Problem requirements ▸ Find the string "ChanceConstrainedMPC" in the records. Copy every line it appears in.

>>

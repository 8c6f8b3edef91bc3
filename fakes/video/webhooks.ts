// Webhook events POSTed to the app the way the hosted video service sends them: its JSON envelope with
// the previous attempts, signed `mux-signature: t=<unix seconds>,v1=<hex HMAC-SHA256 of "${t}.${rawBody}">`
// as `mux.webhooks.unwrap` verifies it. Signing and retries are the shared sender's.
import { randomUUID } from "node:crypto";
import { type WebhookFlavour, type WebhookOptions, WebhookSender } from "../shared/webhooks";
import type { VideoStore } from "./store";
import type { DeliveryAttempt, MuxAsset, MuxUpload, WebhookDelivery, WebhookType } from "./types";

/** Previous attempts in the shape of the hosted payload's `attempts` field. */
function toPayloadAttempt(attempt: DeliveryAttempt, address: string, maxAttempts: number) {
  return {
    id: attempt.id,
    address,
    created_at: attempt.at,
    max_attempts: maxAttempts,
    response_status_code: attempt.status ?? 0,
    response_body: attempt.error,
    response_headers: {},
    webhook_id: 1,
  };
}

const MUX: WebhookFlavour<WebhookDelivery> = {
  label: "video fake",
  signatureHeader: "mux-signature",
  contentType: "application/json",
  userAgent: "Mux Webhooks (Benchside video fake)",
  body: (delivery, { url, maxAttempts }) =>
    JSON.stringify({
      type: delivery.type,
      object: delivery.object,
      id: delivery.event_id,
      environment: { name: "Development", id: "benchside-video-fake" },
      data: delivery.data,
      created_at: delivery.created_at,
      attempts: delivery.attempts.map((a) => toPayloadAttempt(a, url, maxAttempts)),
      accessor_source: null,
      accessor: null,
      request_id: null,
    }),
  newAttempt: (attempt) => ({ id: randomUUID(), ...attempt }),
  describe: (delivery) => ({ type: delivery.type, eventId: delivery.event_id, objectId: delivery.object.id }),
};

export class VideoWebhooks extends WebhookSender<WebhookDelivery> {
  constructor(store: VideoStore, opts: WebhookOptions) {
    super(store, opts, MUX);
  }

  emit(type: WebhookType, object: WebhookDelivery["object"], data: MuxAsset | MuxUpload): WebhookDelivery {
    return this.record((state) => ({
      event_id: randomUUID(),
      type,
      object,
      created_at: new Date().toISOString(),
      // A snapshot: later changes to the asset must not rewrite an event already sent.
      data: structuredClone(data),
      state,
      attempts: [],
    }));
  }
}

<<
>>

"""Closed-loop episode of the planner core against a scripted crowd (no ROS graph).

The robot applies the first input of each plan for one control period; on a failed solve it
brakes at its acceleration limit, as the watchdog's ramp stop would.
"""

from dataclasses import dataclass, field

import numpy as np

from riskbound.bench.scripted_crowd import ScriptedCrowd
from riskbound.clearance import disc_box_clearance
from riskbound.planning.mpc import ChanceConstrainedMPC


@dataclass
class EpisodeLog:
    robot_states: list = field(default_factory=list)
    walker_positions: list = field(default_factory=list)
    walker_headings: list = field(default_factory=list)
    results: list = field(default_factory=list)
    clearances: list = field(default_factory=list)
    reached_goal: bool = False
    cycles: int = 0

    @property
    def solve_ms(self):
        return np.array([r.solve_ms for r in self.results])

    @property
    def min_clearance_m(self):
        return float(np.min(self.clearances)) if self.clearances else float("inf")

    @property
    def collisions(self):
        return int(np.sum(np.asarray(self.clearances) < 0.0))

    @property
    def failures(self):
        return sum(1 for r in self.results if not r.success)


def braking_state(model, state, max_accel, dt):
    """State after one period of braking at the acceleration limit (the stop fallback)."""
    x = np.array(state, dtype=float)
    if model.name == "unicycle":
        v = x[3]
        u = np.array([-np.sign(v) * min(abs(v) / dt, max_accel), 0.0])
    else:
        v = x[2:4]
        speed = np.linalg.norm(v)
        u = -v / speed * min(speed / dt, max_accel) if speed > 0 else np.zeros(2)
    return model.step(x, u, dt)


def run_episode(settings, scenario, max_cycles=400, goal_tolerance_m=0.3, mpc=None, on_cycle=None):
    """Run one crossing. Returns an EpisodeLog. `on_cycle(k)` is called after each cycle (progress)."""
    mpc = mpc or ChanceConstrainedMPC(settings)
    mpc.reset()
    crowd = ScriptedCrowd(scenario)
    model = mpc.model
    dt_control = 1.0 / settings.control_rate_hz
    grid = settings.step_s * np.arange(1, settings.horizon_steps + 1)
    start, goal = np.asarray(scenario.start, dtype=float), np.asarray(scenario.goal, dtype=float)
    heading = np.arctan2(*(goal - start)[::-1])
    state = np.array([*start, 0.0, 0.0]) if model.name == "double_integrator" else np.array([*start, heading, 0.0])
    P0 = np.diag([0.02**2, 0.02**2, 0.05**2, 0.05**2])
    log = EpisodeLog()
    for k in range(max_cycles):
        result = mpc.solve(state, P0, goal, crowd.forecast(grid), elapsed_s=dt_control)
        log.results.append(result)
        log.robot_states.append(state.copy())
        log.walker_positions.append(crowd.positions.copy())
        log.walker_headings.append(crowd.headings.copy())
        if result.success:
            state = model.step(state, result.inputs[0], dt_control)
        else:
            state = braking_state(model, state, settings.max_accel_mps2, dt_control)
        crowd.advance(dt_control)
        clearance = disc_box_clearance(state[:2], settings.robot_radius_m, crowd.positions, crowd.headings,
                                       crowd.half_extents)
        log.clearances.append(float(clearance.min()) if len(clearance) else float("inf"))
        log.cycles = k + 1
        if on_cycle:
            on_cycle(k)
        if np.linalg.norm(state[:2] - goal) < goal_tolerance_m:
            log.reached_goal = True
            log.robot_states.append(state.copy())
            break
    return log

<<

Answer to this problem ▸
from riskbound.planning.mpc import ChanceConstrainedMPC
    mpc = mpc or ChanceConstrainedMPC(settings)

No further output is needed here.